Work out how many lines below contain "deckFormat", then write only that number.

======== Input material ========

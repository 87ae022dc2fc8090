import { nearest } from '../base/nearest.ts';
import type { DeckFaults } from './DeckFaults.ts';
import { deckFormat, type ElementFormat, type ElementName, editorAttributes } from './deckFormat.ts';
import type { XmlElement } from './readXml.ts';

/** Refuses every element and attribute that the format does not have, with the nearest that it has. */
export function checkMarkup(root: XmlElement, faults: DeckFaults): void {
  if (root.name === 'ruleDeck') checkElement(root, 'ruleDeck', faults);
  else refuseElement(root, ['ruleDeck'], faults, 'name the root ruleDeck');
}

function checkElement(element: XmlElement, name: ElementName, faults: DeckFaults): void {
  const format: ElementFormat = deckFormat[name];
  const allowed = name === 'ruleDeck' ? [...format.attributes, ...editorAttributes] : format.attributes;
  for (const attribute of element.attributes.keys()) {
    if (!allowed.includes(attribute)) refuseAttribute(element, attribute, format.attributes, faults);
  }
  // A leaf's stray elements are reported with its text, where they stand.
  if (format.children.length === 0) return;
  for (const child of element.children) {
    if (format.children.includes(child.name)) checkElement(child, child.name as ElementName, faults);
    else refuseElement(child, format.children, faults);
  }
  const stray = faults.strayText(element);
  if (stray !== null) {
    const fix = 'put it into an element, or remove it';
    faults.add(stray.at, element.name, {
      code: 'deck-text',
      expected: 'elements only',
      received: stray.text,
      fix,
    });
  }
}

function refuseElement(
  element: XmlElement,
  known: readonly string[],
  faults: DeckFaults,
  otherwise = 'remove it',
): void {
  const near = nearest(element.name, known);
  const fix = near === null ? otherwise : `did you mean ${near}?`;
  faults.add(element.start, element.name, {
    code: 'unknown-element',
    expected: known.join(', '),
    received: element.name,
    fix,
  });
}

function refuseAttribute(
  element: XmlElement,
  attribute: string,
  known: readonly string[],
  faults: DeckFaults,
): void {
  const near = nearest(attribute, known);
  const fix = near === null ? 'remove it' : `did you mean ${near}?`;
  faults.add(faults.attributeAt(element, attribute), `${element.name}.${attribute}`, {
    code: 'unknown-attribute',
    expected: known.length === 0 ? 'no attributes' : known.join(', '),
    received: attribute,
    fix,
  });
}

========

**Task response:** 2